Problem requirements =>
I need the lines below from the one with "# every sample" down to the one with "assert charts.to_svg(spec).encode() == direct.encode()" reproduced exactly, both ends included, and nothing else.

——————

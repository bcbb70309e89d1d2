"""Workbench 05: rerun a saved design after a substitution (:class:`SwapExplorer`)."""

from __future__ import annotations

import importlib.util
import os
from pathlib import Path

import ipywidgets as W
import numpy as np

from pinlib import charts, plotdata
from pinlib import messages as M
from pinlib.check import check_design
from pinlib.design import load_design
from pinlib.errors import PinlibError
from pinlib.quantity import format_si
from pinlib.report import format_value
from pinlib.widgets.common import (
    _CELL,
    _HEAD,
    _LABEL,
    _NUM,
    _WIDE,
    ChartView,
    StaticView,
    _badge,
    _caution_html,
    _e,
    _error_html,
    _inline_error,
    _margin,
    _note,
    _Panel,
    _set_options,
    checks_table,
    find_file,
)

# =========================================================================== swaps
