def test_limit_lines_lie_inside_the_frame():
    import vl_convert

    # VDD is the highest value of a trace that settles without overshoot
    t = np.linspace(0.0, 20.0, 201) * NANO
    wave = charts.spec(charts.waveforms, t, {"rise": 3.0 * (1 - np.exp(-t / NANO))},
                       v_il=0.8, v_ih=2.0, vdd=3.0)
    scene = vl_convert.vegalite_to_scenegraph(wave)
    _, height = _plot_size(scene)
    (vdd,) = _scene_items(scene["scenegraph"], "rule", charts.INK)
    assert 6.0 <= vdd["y"] <= height - 6.0
    # every sample passes: the limit is the histogram's last bin edge
    hist = charts.spec(charts.histogram, np.linspace(200.0, 300.0, 500) * NANO,
                       limit=300 * NANO, unit="s", label="Rise time")
    scene = vl_convert.vegalite_to_scenegraph(hist)
    width, _ = _plot_size(scene)
    (rule,) = _scene_items(scene["scenegraph"], "rule", charts.LIMIT)
    assert 6.0 <= rule["x"] <= width - 6.0
    # the time available is the longest bar's end
    budget = charts.spec(charts.timing_budget, [("read", "setup", 20 * NANO)],
                         available=20 * NANO)
    scene = vl_convert.vegalite_to_scenegraph(budget)
    width, _ = _plot_size(scene)
    (tick,) = _scene_items(scene["scenegraph"], "rect", charts.LIMIT)
    assert 6.0 <= tick["x"] + tick["width"] / 2 <= width - 6.0


# --------------------------------------------------------------------------- imports
def test_chart_libraries_stay_out_of_the_command_line_import_path():
    code = ("import sys; import pinlib.cli, pinlib.engines.dispatch, pinlib.present.charts; "
            "bad = sorted(m for m in ('altair', 'vl_convert') if m in sys.modules); "
            "assert not bad, bad")
    done = subprocess.run([sys.executable, "-c", code], capture_output=True, text=True,
                          cwd=Path(__file__).resolve().parents[1], timeout=120)
    assert done.returncode == 0, done.stderr


@pytest.mark.parametrize("name", sorted(ALL))
def test_cached_compile_gives_the_same_svg(name, monkeypatch):
    # derived from vl-convert's own vegalite_to_svg of the whole spec: swapping the rows
    # into a cached compile must give the same bytes, for fresh and for cached layouts
    import vl_convert

    spec = charts.spec(ALL[name])
    direct = charts.to_svg(spec, cache=False)
    assert charts.to_svg(spec) == direct  # compiles the layout
    with monkeypatch.context() as m:  # now only the cached compile may be used
        m.setattr(vl_convert, "vegalite_to_svg", None)
        m.setattr(vl_convert, "vegalite_to_vega", None)
        assert charts.to_svg(spec).encode() == direct.encode()
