"""Tests of corners and Monte Carlo (pinlib.studies.whatif) and of ``pinlib check --corners
--monte-carlo``: against the engine's own results, a closed-form probability, and
published confidence intervals."""

from __future__ import annotations

import json
import math
import re
from dataclasses import replace
from pathlib import Path

import numpy as np
import pytest

from pinlib.cli import main
from pinlib.core.errors import InputError
from pinlib.engines.dispatch import check_design
from pinlib.model.design import load_design
from pinlib.physics.rc import RISE_30_70
from pinlib.studies import whatif

ROOT = Path(__file__).resolve().parents[1]
DEMO = ROOT / "workbooks" / "designs" / "demo-board.toml"
PARTS = Path(__file__).parent / "data" / "parts"

HEAD = """format = "pinlib.design/1"
title = "what-if test"
"""

# Invented buses that exercise every branch of the open-drain engine: parts' own and
# internal pull-ups, series resistors, a device on its own rail, a switched device, a
# slope-controlled output, a connector, a cable; a repeater with a static offset; a
# pass-transistor translator with auto pull-ups on both sides; an SMBus link.
BUSES = """
[[bus]]
id = "mixed"
protocol = "i2c"
mode = "fast"
supply = "3.3 V"
supply_tolerance = "{vtol}"
pullup = "auto"
pullup_tolerance = "{ptol}"
capacitance_tolerance = "{ctol}"
length_tolerance = "{ltol}"
trace = {{ length = "12 cm", capacitance = "0.9 pF/cm" }}
cables = [{{ part = "t-ribbon", length = "0.3 m" }}]
extra_capacitance = "8 pF"
devices = [
  {{ ref = "U1", part = "t-ctrl-3v3", role = "controller", internal_pullups = true }},
  {{ ref = "U2", part = "t-target", series_resistor = "100 Ω", capacitance_tolerance = "{ctol}" }},
  {{ ref = "U3", part = "t-module-4k7" }},
  {{ ref = "U4", part = "t-sensor-1v8-tolerant", supply = "1.8 V" }},
  {{ ref = "U5", part = "t-target", switched = true }},
  {{ ref = "U6", part = "t-target-slope" }},
  {{ ref = "J1", part = "t-connector" }},
  {{ ref = "U7", part = "t-target-bare" }},
]
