def histogram(samples, *, limit=None, unit: str, label: str, limit_kind: str = "max",
              bins: int = 40, title: str | None = None, subtitle: str | None = None,
              count_label: str = "Samples per bin (count)",
              width: int = _WIDTH, height: int = _HEIGHT, binned=None) -> alt.LayerChart:
    """Histogram of Monte Carlo samples of one figure, with its limit.

    Parameters
    ----------
    samples : array_like
        The figure on every sampled board (non-finite samples are left out). [unit]
    limit : float, optional
        The check's limit, drawn as a line; the bins are aligned on it so that each bin
        lies wholly on one side and is coloured pass or fail. [unit]
    unit : str
        SI unit of the samples and the limit, e.g. ``"s"``. [1]
    label : str
        What the samples are, e.g. ``"Rise time"``. [1]
    limit_kind : str, optional
        ``"max"`` (default: a sample passes when ``<= limit``) or ``"min"``
        (passes when ``>= limit``), as the check applies it. [1]
    bins : int, optional
        About how many bins span the samples. [1]
    title, subtitle : str, optional
        Chart title (default from ``label``) and a line below it, e.g. the pass
        fraction the engine reported. [1]
    count_label : str, optional
        Title of the count axis. [1]
    width : int, optional
        Width of the whole chart, axes and legend included. [px]
    height : int, optional
        Height of the plot. [px]
    binned : (float, array_like, array_like), optional
        Samples already counted, instead of ``samples`` (which may then be None):
        ``(w, k, count)``, bin ``k`` holding the samples in ``[limit + k·w,
        limit + (k + 1)·w)`` (a run too long to keep every sample, e.g.
        :class:`pinlib.studies.whatif.MarginHistogram`); needs ``limit`` and
        ``limit_kind="min"``.  Adjacent bins are merged to about ``bins`` bars, still
        aligned on the limit. [unit], [1], [1]

    Returns
    -------
    altair.LayerChart
        Bars (``x`` to ``x2``, ``y`` the count), then the limit rule.

    Notes
    -----
    Bins of width ``w = span / bins`` have edges at ``limit + k w``. For a maximum limit
    a bin is ``(a, b]`` and passes when ``b <= limit``; for a minimum it is ``[a, b)``
    and passes when ``a >= limit`` — the same comparison as the check, so the pass bars
    hold exactly the samples that pass.
    """
    if binned is not None:
        return _histogram_binned(binned, limit=limit, unit=unit, label=label,
                                 limit_kind=limit_kind, bins=bins, title=title,
                                 subtitle=subtitle, count_label=count_label, width=width,
                                 height=height)
    s = _array(samples, "samples", ndim=(1, 2)).ravel()
    s = s[np.isfinite(s)]
    if s.size == 0:
        raise InputError(M.NO_FINITE_SAMPLE, field="samples", expected="finite values")
    if limit_kind not in ("max", "min"):
        raise InputError(M.UNKNOWN_LIMIT_KIND, field="limit_kind", value=limit_kind,
                         expected="'max' or 'min'")
    n = int(bins)
    if n < 1:
        raise InputError(M.TOO_FEW_BINS, field="bins", value=bins, expected="at least 1")
    lim = None if limit is None else _scalar(limit, "limit")
    lo, hi = float(s.min()), float(s.max())
    if lim is not None:
        lo, hi = min(lo, lim), max(hi, lim)
    span = hi - lo
    w = span / n if span > 0 else max(abs(lo) * 1e-3, 1e-300)
    if lim is None:  # bins [a, b), the last one closed
        start = lo if span > 0 else lo - w / 2
        k = np.arange((n if span > 0 else 1) + 1)
        edges = start + w * k
        idx = np.clip(np.searchsorted(edges, s, side="right") - 1, 0, edges.size - 2)
        status = np.full(edges.size - 1, "samples", dtype=object)
    else:
        if limit_kind == "max":  # bins (a, b]
            k0 = math.ceil((lo - lim) / w) - 1
            k1 = math.ceil((hi - lim) / w)
            side = "left"
        else:  # bins [a, b)
            k0 = math.floor((lo - lim) / w)
            k1 = math.floor((hi - lim) / w) + 1
            side = "right"
        k = np.arange(k0, max(k1, k0 + 1) + 1)
        edges = lim + w * k  # k = 0 gives the limit itself, exactly
        idx = np.clip(np.searchsorted(edges, s, side=side) - 1, 0, edges.size - 2)
        k_lo = k[:-1]  # bin i spans edges k_lo[i] .. k_lo[i] + 1
        ok = (k_lo + 1 <= 0) if limit_kind == "max" else (k_lo >= 0)
        status = np.where(ok, "pass", "fail").astype(object)
    counts = np.bincount(idx, minlength=edges.size - 1)
    return _histogram_bars(edges, counts, status, lim, unit=unit, label=label,
                           limit_kind=limit_kind, title=title, subtitle=subtitle,
                           count_label=count_label, width=width, height=height,
                           scale_with=s[[0]])
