#!/usr/bin/env node
// The test step of `pnpm test` (after the build and the type check): runs vitest once over the
// workspace, with its terminal report and a JSON report in test-results/vitest.json, then prints
// the closing line `N passed, N failed` from that report, whether the tests passed or failed.
// Exits non-zero when vitest did, when a test or a test file failed, when no test ran (a run that
// executes nothing must not look green), or when the report is missing or unreadable (vitest
// stopped before writing it, or was cut off while writing it).
import { spawnSync } from 'node:child_process';
import { existsSync, readFileSync, rmSync } from 'node:fs';
import { fileURLToPath, pathToFileURL } from 'node:url';

const root = new URL('..', import.meta.url);
const REPORT = 'test-results/vitest.json';

/**
 * The closing lines of a run from the text of vitest's JSON report (undefined when there is no
 * report) and vitest's exit status. Returns `{ lines, errors, ok }`: `lines` for stdout (the
 * `N passed, N failed` line when the report can be read), `errors` for stderr.
 */
export function summarise(reportText, vitestStatus) {
  const errors = [];
  const lines = [];
  if (reportText === undefined) errors.push(`no test report at ${REPORT}: vitest stopped before writing it`);
  const counts = reportText === undefined ? null : readCounts(reportText, errors);
  let ok = vitestStatus === 0 && counts !== null;
  if (counts) {
    const { passed, failed, skipped, total, filesFailed, success } = counts;
    const parts = [`${passed} passed`, `${failed} failed`];
    if (skipped) parts.push(`${skipped} skipped`);
    if (filesFailed) parts.push(`${filesFailed} ${filesFailed === 1 ? 'file' : 'files'} failed to run`);
    lines.push(parts.join(', '));
    if (total === 0) errors.push('no test ran');
    if (total === 0 || failed > 0 || filesFailed > 0 || !success) ok = false;
    else if (vitestStatus !== 0) {
      errors.push(`vitest exited with ${vitestStatus === null ? 'a signal' : `code ${vitestStatus}`} (an error outside the tests; see above)`);
    }
  }
  return { lines, errors, ok };
}

/** Counts from a whole report, or from its per-file results when the totals are missing. */
function readCounts(text, errors) {
  let report;
  try {
    report = JSON.parse(text);
  } catch (e) {
    errors.push(`the test report ${REPORT} is not complete JSON (${e.message}): vitest was cut off while writing it`);
    return null;
  }
  const files = Array.isArray(report?.testResults) ? report.testResults : null;
  const filesFailed = files ? files.filter((f) => f?.status === 'failed' && (f.assertionResults ?? []).every((t) => t?.status !== 'failed')).length : 0;
  const totals = ['numPassedTests', 'numFailedTests', 'numPendingTests', 'numTotalTests'];
  if (totals.every((k) => Number.isInteger(report?.[k]))) {
    return {
      passed: report.numPassedTests,
      failed: report.numFailedTests,
      skipped: report.numPendingTests + (Number.isInteger(report.numTodoTests) ? report.numTodoTests : 0),
      total: report.numTotalTests,
      filesFailed,
      success: report.success === true,
    };
  }
  if (!files) {
    errors.push(`the test report ${REPORT} has neither totals nor per-file results`);
    return null;
  }
  errors.push(`the test report ${REPORT} has no totals; counted from its per-file results`);
  const tests = files.flatMap((f) => (Array.isArray(f?.assertionResults) ? f.assertionResults : []));
  const passed = tests.filter((t) => t?.status === 'passed').length;
  const failed = tests.filter((t) => t?.status === 'failed').length;
  return { passed, failed, skipped: tests.length - passed - failed, total: tests.length, filesFailed, success: false };
}

function main() {
  const reportPath = fileURLToPath(new URL(REPORT, root));
  // A report left by an earlier run must never be read as this run's.
  rmSync(reportPath, { force: true });
  const vitest = fileURLToPath(new URL('node_modules/vitest/vitest.mjs', root));
  const run = spawnSync(process.execPath, [vitest, 'run', '--reporter=default', '--reporter=json', `--outputFile.json=${REPORT}`], {
    cwd: fileURLToPath(root),
    stdio: 'inherit',
  });
  if (run.error) console.error(`could not start vitest: ${run.error.message}`);
  const status = run.error ? 1 : run.status;
  const { lines, errors, ok } = summarise(existsSync(reportPath) ? readFileSync(reportPath, 'utf8') : undefined, status);
  for (const e of errors) console.error(e);
  for (const l of lines) console.log(l);
  process.exit(ok ? 0 : 1);
}

if (process.argv[1] && import.meta.url === pathToFileURL(process.argv[1]).href) main();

——————

Answer box =>
    # every sample passes: the limit is the histogram's last bin edge
    hist = charts.spec(charts.histogram, np.linspace(200.0, 300.0, 500) * NANO,
                       limit=300 * NANO, unit="s", label="Rise time")
    scene = vl_convert.vegalite_to_scenegraph(hist)
    width, _ = _plot_size(scene)
    (rule,) = _scene_items(scene["scenegraph"], "rule", charts.LIMIT)
    assert 6.0 <= rule["x"] <= width - 6.0
    # the time available is the longest bar's end
    budget = charts.spec(charts.timing_budget, [("read", "setup", 20 * NANO)],
                         available=20 * NANO)
    scene = vl_convert.vegalite_to_scenegraph(budget)
    width, _ = _plot_size(scene)
    (tick,) = _scene_items(scene["scenegraph"], "rect", charts.LIMIT)
    assert 6.0 <= tick["x"] + tick["width"] / 2 <= width - 6.0


# --------------------------------------------------------------------------- imports
def test_chart_libraries_stay_out_of_the_command_line_import_path():
    code = ("import sys; import pinlib.cli, pinlib.engines.dispatch, pinlib.present.charts; "
            "bad = sorted(m for m in ('altair', 'vl_convert') if m in sys.modules); "
            "assert not bad, bad")
    done = subprocess.run([sys.executable, "-c", code], capture_output=True, text=True,
                          cwd=Path(__file__).resolve().parents[1], timeout=120)
    assert done.returncode == 0, done.stderr


@pytest.mark.parametrize("name", sorted(ALL))
def test_cached_compile_gives_the_same_svg(name, monkeypatch):
    # derived from vl-convert's own vegalite_to_svg of the whole spec: swapping the rows
    # into a cached compile must give the same bytes, for fresh and for cached layouts
    import vl_convert

    spec = charts.spec(ALL[name])
    direct = charts.to_svg(spec, cache=False)
    assert charts.to_svg(spec) == direct  # compiles the layout
    with monkeypatch.context() as m:  # now only the cached compile may be used
        m.setattr(vl_convert, "vegalite_to_svg", None)
        m.setattr(vl_convert, "vegalite_to_vega", None)
        assert charts.to_svg(spec).encode() == direct.encode()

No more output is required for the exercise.